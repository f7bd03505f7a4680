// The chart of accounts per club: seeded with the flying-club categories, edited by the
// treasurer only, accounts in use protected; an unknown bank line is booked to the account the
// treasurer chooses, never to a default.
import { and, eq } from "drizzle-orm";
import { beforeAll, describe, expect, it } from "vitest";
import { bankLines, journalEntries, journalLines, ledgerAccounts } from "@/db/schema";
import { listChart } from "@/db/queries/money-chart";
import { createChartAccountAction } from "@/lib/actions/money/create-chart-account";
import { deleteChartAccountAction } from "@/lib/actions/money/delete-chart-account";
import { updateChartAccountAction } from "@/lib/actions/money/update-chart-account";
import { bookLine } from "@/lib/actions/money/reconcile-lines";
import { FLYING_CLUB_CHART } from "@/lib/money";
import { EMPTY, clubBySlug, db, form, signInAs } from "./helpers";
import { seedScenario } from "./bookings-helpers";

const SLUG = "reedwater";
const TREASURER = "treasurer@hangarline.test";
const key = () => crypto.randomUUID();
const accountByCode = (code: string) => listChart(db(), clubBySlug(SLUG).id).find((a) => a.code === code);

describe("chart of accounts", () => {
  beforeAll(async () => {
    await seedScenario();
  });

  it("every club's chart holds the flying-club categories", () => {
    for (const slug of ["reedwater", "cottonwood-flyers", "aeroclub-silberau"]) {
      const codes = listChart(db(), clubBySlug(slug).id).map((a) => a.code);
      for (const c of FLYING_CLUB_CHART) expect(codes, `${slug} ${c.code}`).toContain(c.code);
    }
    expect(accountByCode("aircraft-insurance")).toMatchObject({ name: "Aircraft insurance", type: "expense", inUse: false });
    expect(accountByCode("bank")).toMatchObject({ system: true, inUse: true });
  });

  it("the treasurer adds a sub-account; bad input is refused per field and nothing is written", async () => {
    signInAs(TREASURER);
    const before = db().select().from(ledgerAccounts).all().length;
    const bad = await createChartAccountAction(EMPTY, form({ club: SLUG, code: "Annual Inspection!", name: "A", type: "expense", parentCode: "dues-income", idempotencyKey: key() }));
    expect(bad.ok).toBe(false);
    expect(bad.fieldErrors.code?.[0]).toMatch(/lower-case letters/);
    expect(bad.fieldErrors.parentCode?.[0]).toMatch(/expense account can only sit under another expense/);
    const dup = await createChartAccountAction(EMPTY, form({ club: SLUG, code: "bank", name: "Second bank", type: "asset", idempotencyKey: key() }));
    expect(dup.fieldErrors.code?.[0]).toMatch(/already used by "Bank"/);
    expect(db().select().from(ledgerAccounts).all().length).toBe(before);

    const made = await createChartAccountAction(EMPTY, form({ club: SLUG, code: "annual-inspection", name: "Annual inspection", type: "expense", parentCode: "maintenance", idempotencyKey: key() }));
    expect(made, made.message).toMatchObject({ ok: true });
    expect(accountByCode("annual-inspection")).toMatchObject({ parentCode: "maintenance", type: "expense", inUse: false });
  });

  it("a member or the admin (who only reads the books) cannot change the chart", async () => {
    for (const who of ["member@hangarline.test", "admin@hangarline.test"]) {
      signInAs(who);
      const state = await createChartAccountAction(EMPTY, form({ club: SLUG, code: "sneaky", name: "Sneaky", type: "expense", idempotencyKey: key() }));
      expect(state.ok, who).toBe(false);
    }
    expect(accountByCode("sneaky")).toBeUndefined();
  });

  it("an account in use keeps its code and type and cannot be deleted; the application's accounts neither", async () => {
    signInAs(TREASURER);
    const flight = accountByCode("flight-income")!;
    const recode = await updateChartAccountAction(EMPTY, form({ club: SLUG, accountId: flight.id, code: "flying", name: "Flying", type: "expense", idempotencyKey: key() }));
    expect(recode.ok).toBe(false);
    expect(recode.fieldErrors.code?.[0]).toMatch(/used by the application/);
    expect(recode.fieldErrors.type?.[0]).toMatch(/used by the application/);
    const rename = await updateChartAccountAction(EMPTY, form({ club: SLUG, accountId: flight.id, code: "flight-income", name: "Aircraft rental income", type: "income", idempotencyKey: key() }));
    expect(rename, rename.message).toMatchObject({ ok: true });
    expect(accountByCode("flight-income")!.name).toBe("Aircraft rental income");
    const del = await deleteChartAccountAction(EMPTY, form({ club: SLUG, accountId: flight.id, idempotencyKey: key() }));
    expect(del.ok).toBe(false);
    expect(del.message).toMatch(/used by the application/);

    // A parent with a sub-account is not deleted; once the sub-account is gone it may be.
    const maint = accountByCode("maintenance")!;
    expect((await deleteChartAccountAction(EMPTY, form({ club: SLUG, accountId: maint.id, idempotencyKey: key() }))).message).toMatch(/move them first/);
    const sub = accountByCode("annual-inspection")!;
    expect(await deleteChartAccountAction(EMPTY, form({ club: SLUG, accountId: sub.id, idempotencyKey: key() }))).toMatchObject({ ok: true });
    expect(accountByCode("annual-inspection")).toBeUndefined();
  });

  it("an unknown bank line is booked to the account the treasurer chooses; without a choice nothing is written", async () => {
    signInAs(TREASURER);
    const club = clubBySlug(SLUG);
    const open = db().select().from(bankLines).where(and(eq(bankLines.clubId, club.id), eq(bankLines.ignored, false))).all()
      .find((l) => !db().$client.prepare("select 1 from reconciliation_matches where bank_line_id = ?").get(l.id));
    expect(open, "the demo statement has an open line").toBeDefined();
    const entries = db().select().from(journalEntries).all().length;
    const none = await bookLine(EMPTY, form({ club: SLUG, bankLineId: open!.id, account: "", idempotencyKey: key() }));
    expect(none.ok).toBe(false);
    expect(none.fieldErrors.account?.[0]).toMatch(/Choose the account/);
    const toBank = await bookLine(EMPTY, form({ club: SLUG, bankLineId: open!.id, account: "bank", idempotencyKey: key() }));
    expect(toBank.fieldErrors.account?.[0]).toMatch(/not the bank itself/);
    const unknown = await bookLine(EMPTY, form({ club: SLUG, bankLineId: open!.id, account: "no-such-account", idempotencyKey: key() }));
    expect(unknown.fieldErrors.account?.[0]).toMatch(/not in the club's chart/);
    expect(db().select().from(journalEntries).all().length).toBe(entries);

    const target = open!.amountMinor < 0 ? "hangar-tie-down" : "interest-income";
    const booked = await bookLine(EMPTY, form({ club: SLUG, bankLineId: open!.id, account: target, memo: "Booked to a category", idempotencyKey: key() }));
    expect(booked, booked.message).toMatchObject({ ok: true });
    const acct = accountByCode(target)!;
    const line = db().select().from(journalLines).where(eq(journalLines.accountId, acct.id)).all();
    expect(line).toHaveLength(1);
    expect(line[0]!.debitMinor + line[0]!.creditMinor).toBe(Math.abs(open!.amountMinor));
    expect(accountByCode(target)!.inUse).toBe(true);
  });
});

HOW TO COMPLETE THIS TASK: What is wanted is a copy of every line in the listing that includes the word "rename".

ANSWER TO THE EXERCISE:
    const rename = await updateChartAccountAction(EMPTY, form({ club: SLUG, accountId: flight.id, code: "flight-income", name: "Aircraft rental income", type: "income", idempotencyKey: key() }));
    expect(rename, rename.message).toMatchObject({ ok: true });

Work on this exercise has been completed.